The processing platform unit 20 is provided with a moving base 21 and a rotary processing platform 22; the moving base 21 is slidably disposed on the sliding rail portion 11 and can be linearly moved in the first axial direction X1; The platform 22 is pivotally disposed on the movable base 21 to be horizontally rotatable and fixed to a workpiece 70. The rotary processing platform 22 has a linkage rod 221, and the two ends of the linkage rod 221 are Extend horizontally.

The pair of first interlocking block portions 30 are respectively screwed to the pair of screw portions 12, and are linearly movable in the first axial direction X1 as the screw portion 12 rotates.

The pair of second linking block portions 40 are pivotally disposed on the first linking block portion 30 to be horizontally rotatable; and each second linking block portion 40 has a guiding through hole 41, and Both ends of the linkage rod 221 of the rotary processing platform 22 are respectively penetrated through the guide through holes 41 and slidable relative to each other.
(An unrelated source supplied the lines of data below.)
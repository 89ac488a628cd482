/* SPDX-License-Identifier: GPL-3.0-or-later */
/* test_selfcheck.c: every built-in check passes as it is, and fails once its input is nudged. */
#include <string.h>

#include "base/base.h"
#include "base/text.h"
#include "report/selfcheck_report.h"
#include "selfcheck/selfcheck.h"
#include "unit.h"

/* How far each check's input is moved: a little more than what it has to notice. */
static const struct {
    const char *key;
    double nudge;
} nudges[] = {
    {"rat42", 0.001},
    {"five_dose_means", 1e-5},
    {"ryegrass", 1e-4},
    {"beetles", 1},
    {"nile", 1},
    {"philox", 1},
    {"sha256", 1},
    {"vecmath", 1e-12},
    {"gamma", 1e-4},
    {"student_t", 0.5},
    {"known_variance", 1e-9},
    {"two_binomials", 1},
    {"two_methods", 0.05},
    {"effective_draws", 0.04},
    {"next_shares", 1e-3},
    {"targets", 1},
};

static double nudge_of(const char *key)
{
    for (size_t i = 0; i < COUNT_OF(nudges); i++)
        if (strcmp(nudges[i].key, key) == 0)
            return nudges[i].nudge;
    return 0;
}

static void passes_and_fails(void)
{
    size_t count = 0;
    for (; checks[count]; count++) {
        const struct check *c = checks[count];
        struct check_result r;
        check_run(&r, c, 0);
        CU_ASSERT(r.passed && r.count > 0);
        for (size_t i = 0; i < r.count; i++)
            if (!r.figure[i].passed)
                fprintf(stderr, "%s: %s: %.12g instead of %.12g (%g allowed)\n", c->key,
                        r.figure[i].what, r.figure[i].ours, r.figure[i].published,
                        r.figure[i].allowed);
        check_release(&r);
        CU_ASSERT(nudge_of(c->key) != 0);
        check_run(&r, c, nudge_of(c->key));
        CU_ASSERT(!r.passed);
        if (r.passed)
            fprintf(stderr, "%s does not notice its nudge\n", c->key);
        check_release(&r);
        CU_ASSERT(strlen(c->source) > 10 && strlen(c->what) > 10);
    }
    CU_ASSERT_EQUAL(count, COUNT_OF(nudges));
}

static void run_unmoved(struct check_result *r, double nudge)
{
    (void)nudge;
    check_add(r, 1, 1, 0, "one");
}

static void run_empty(struct check_result *r, double nudge)
{
    (void)r, (void)nudge;
}

static void verdicts(void)
{
    const struct check one = {"one", "g", "s", "w", run_unmoved, false},
                       none = {"none", "g", "s", "w", run_empty, false};
    struct check_result r;
    check_run(&r, &one, 0);
    CU_ASSERT(r.passed);
    check_add(&r, 2, 2.5, 0.4, "off");
    CU_ASSERT(!r.figure[1].passed);
    check_add(&r, 2, 0.0 / 0.0, 1e9, "no number");
    CU_ASSERT(!r.figure[2].passed);
    check_add_text(&r, "a", "b", "words");
    CU_ASSERT(!r.figure[3].passed);
    check_release(&r);
    check_run(&r, &none, 0);
    CU_ASSERT(!r.passed); /* nothing checked is no pass */
    check_release(&r);
    CU_ASSERT_DOUBLE_EQUAL(check_digits(72.462237576, 6), 5e-5, 1e-12);
    CU_ASSERT_DOUBLE_EQUAL(check_digits(-0.00345, 3), 5e-6, 1e-13);
}

/* A failing check is told as such in all three documents. */
static void documents(void)
{
    const struct check one = {"one", "Group <x>", "Source & more", "What", run_unmoved, false};
    struct check_result r;
    check_run(&r, &one, 0);
    check_add(&r, 2, 3, 0.5, "two");
    r.passed = false;
    const struct selfcheck s = {1, 0, 1, &r};
    struct text text = TEXT_INIT, json = TEXT_INIT, page = TEXT_INIT;
    selfcheck_text(&text, &s);
    selfcheck_json(&json, &s);
    selfcheck_page(&page, &s);
    CU_ASSERT_PTR_NOT_NULL(strstr(text_s(&text), "one: FAILED"));
    CU_ASSERT_PTR_NOT_NULL(strstr(text_s(&text), "0 checks passed, 1 failed"));
    CU_ASSERT_PTR_NOT_NULL(strstr(text_s(&json), "\"failed\": 1"));
    CU_ASSERT_PTR_NOT_NULL(strstr(text_s(&json), "\"source_sha256\""));
    CU_ASSERT_PTR_NOT_NULL(strstr(text_s(&page), "Source &amp; more"));
    CU_ASSERT_PTR_NOT_NULL(strstr(text_s(&page), "FAILED"));
    CU_ASSERT_PTR_NULL(strstr(text_s(&page), "Group <x>"));
    text_release(&text);
    text_release(&json);
    text_release(&page);
    check_release(&r);
}

static const struct unit_test tests[] = {
    {"every check passes, and fails when nudged", passes_and_fails},
    {"verdicts", verdicts},
    {"documents", documents},
    UNIT_END,
};

int main(void)
{
    return unit_main("selfcheck", tests);
}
The standing base 50 has a vertical seat portion 51, a horizontal track unit 52, a vertical track unit 53 and a processing unit 54; the vertical seat portion 51 is coupled to the horizontal base 10 Fixed and vertical; the horizontal rail unit 52 has a horizontal rail portion 521, a horizontal screw portion 522 and a horizontal driving portion 523 for driving the horizontal screw portion 522 to rotate; the vertical rail unit 53 The utility model has a vertical rail portion 531, a vertical screw portion 532 and a vertical driving portion 533 for driving the vertical screw portion 532 to rotate. The processing unit 54 has a processing sliding seat 541 and a The processing portion 542 and a control portion 543; further, the extending direction of the horizontal rail portion 521 and the horizontal screw portion 522 is defined as a second axial direction Y1, and the vertical rail portion 531 and the extending direction of the vertical screw portion 532 It is defined as a third axial direction Z1.
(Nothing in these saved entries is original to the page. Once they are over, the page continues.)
/* SPDX-License-Identifier: GPL-3.0-or-later */
/* test_methods.c: each curve and variant x endpoint: the sampler against quadrature where it
 * reaches, else against a long slice run: Pr(gain > c) of every level, and Pr(level is best),
 * within 0.002 and the combined Monte Carlo error. */
#include <math.h>
#include <string.h>

#include "base/mem.h"
#include "posterior/diagnostics.h"
#include "posterior/posterior.h"
#include "small_design.h"
#include "unit.h"

enum { K = 5 };

static double n[K] = {12, 11, 0, 12, 13}, mean[K] = {0.2, 0.9, 0, 1.6, 1.9},
              ss[K] = {30, 27, 0, 33, 38}, events[K] = {3, 4, 0, 6, 8};
static const struct level_data data = {K, n, n, mean, ss, events};

static const struct {
    const char *curve, *more;
} extra[] = {{"ndlm", ",\"spacing\":\"actual\""}, {"ndlm", ",\"order\":2"}};

static double share(const struct draws *r, size_t level, bool best, double *mark, double *error)
{
    double sum = 0;
    for (size_t i = 0; i < r->n; i++) {
        const double *x = r->link + i;
        bool hit = x[level * r->stride] > x[0] + 0.4;
        for (size_t k = 1; best && k < K; k++)
            hit = (k == 1 || hit) && x[level * r->stride] >= x[k * r->stride];
        mark[i] = hit ? 1 : 0;
        sum += mark[i];
    }
    const double p = sum / (double)r->n;
    *error = diag_mcse_probability(p, diag_ess(mark, r->n, r->chains));
    return p;
}

static void compare(const char *curve, const char *more, bool binary, double *worst)
{
    const size_t length = unit_fast() ? 64000 : 400000, slices = unit_fast() ? 8000 : 120000;
    struct design *d = small_design(curve, binary, K, more, "");
    struct plan *plan = plan_new(d, &d->model);
    struct posterior *p = posterior_new(plan), *q = posterior_new(plan);
    struct err e = ERR_INIT;
    const char *name;
    double *mark = mem_new(length > SECOND_DRAWS ? length : SECOND_DRAWS, sizeof *mark);
    CU_ASSERT_EQUAL_FATAL(posterior_start(p, &data, (struct rng_key){.seed = 3}, &e), STATUS_OK);
    CU_ASSERT_EQUAL_FATAL(posterior_start(q, &data, (struct rng_key){.seed = 4}, &e), STATUS_OK);
    posterior_extend(p, length);
    CU_ASSERT(!posterior_is_doubtful(p));
    const struct draws a = posterior_draws(p);
    struct draws b = posterior_second(q, &name);
    if (strcmp(name, "quadrature") != 0) {
        posterior_use_slice(q);
        posterior_extend(q, slices);
        b = posterior_draws(q);
    }
    for (size_t k = 1; k < K; k++)
        for (int best = 0; best < 2; best++) {
            double first_error, second_error;
            const double x = share(&a, k, best, mark, &first_error);
            const double y = share(&b, k, best, mark, &second_error);
            const double error = sqrt(first_error * first_error + second_error * second_error);
            CU_ASSERT_DOUBLE_EQUAL(x, y, 0.002 + 3.5 * error);
            if (fabs(x - y) > 0.002 + 3.5 * error)
                fprintf(stderr, "# %s%s %s, level %zu%s: %.4f and %.4f by %s\n", curve, more,
                        binary ? "binary" : "continuous", k, best ? " best" : "", x, y, name);
            *worst = fmax(*worst, fabs(x - y));
        }
    mem_free(mark);
    posterior_free(p);
    posterior_free(q);
    plan_free(plan);
    design_free(d);
}

static void two_methods(void)
{
    double worst = 0;
    for (int binary = 0; binary < 2; binary++) {
        for (size_t i = 0; curves[i]; i++)
            compare(curves[i]->key, "", binary, &worst);
        for (size_t i = 0; i < sizeof extra / sizeof *extra; i++)
            compare(extra[i].curve, extra[i].more, binary, &worst);
    }
    fprintf(stderr, "# largest difference %.4f\n", worst);
}

static const struct unit_test tests[] = {
    {"sampler against quadrature or slices, every curve and endpoint", two_methods},
    UNIT_END,
};

int main(void)
{
    return unit_main("methods", tests);
}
The vertical rail unit 53 is slidably disposed on the horizontal rail portion 521 and is screwed to the horizontal screw portion 522 to move linearly in the second axial direction Y1 as the horizontal screw portion 522 rotates.
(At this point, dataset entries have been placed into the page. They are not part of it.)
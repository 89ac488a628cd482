/* SPDX-License-Identifier: GPL-3.0-or-later */
/* test_design_messages.c: every message a design can earn is earned by one malformed design, with
 * the words and the place that stand beside it, and no two of them earn the same. */
#include <CUnit/CUnit.h>

#include "analysis/vocabulary_rows.h"
#include "design/design.h"
#include "design_files.h"
#include "message_rows.h"
#include "unit.h"

#define BAD "tests/designs/bad/"

/* --- the malformed designs --- */

static void judge(const char *name, struct err *e)
{
    struct text bytes = file_bytes(BAD, name, ".json");
    struct text file = TEXT_INIT;
    struct design *d;

    text_addf(&file, "%s.json", name);
    (void)design_parse(&d, text_s(&bytes), bytes.length, text_s(&file), &terrace_vocabulary, e);
    design_free(d);
    text_release(&bytes);
    text_release(&file);
}

static void check_design(const char *name)
{
    struct text expected = file_bytes(BAD, name, ".txt");
    struct err e = ERR_INIT;

    if (expected.length > 0)
        expected.s[--expected.length] = '\0'; /* its line end */
    CU_ASSERT(expected.length > 0);
    judge(name, &e);
    message_rows_earn(&e, text_s(&expected), name);
    err_release(&e);
    text_release(&expected);
}

static void one_design_one_message(void)
{
    struct file_list list = files_in(BAD, ".json");

    message_rows_read("src/design/", "design_messages");
    message_rows_read("src/base/", "json_messages");
    CU_ASSERT(list.count >= 40);
    for (size_t i = 0; i < list.count; i++)
        check_design(list.name[i]);
    CU_ASSERT(message_rows_all_earned() > 90);
    files_release(&list);
    message_rows_forget();
}

static void all_faults_in_one_run(void)
{
    static const char text[] =
        "{\"terrace\": 2, \"title\": \"\", \"subjects\": 10, \"seed\": -1, \"extra\": 0, \"seed\": "
        "1,\n"
        " \"levels\": {\"list\": [{\"label\": \"a\", \"value\": 1}, {\"label\": \"a\", \"value\": "
        "0}]},\n"
        " \"endpoint\": {\"name\": \"x\", \"type\": \"binary\", \"better\": \"higher\"},\n"
        " \"model\": {\"curve\": \"emax\", \"shift\": 2},\n"
        " \"targets\": {\"t\": {\"rule\": \"optimal\", \"effect\": 0}},\n"
        " \"allocation\": {\"ratio\": [1, 2, 3]}}";
    static const char *const places[] = {"/terrace",
                                         "/seed",
                                         "/title",
                                         "/seed",
                                         "/extra",
                                         "/levels/list/1/value",
                                         "/levels/list/1/label",
                                         "/model/shift",
                                         "/targets/t/effect",
                                         "/targets/t/effect",
                                         "/allocation/ratio"};
    struct err e = ERR_INIT;
    struct design *d;

    CU_ASSERT_EQUAL(design_parse(&d, text, strlen(text), "x", &terrace_vocabulary, &e),
                    STATUS_INPUT);
    CU_ASSERT_PTR_NULL(d);
    CU_ASSERT_EQUAL(e.count, sizeof places / sizeof places[0]);
    for (size_t i = 0; i < sizeof places / sizeof places[0]; i++) {
        size_t wanted = 0, found = 0;

        for (size_t j = 0; j < sizeof places / sizeof places[0]; j++)
            wanted += strcmp(places[j], places[i]) == 0;
        for (size_t j = 0; j < e.count; j++)
            found += strcmp(e.faults[j].pointer, places[i]) == 0;
        CU_ASSERT_EQUAL(found, wanted);
    }
    err_release(&e);
}

static const struct unit_test tests[] = {
    {"each message is earned by one malformed design", one_design_one_message},
    {"all faults of a design in one run, and no more", all_faults_in_one_run},
    UNIT_END};

int main(void)
{
    return unit_main("design messages", tests);
}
The processing slide 54 of the machining unit 54 is slidably disposed on the vertical rail portion 531 and is screwed to the vertical screw portion 532 to perform the third axial direction Z1 with the rotation of the vertical screw portion 532. The processing portion 542 and the control portion 543 are disposed on the machining sliding seat 54 for controlling the rotation of the machining portion 542, and the rotation axis thereof is parallel to the second axial direction Y1.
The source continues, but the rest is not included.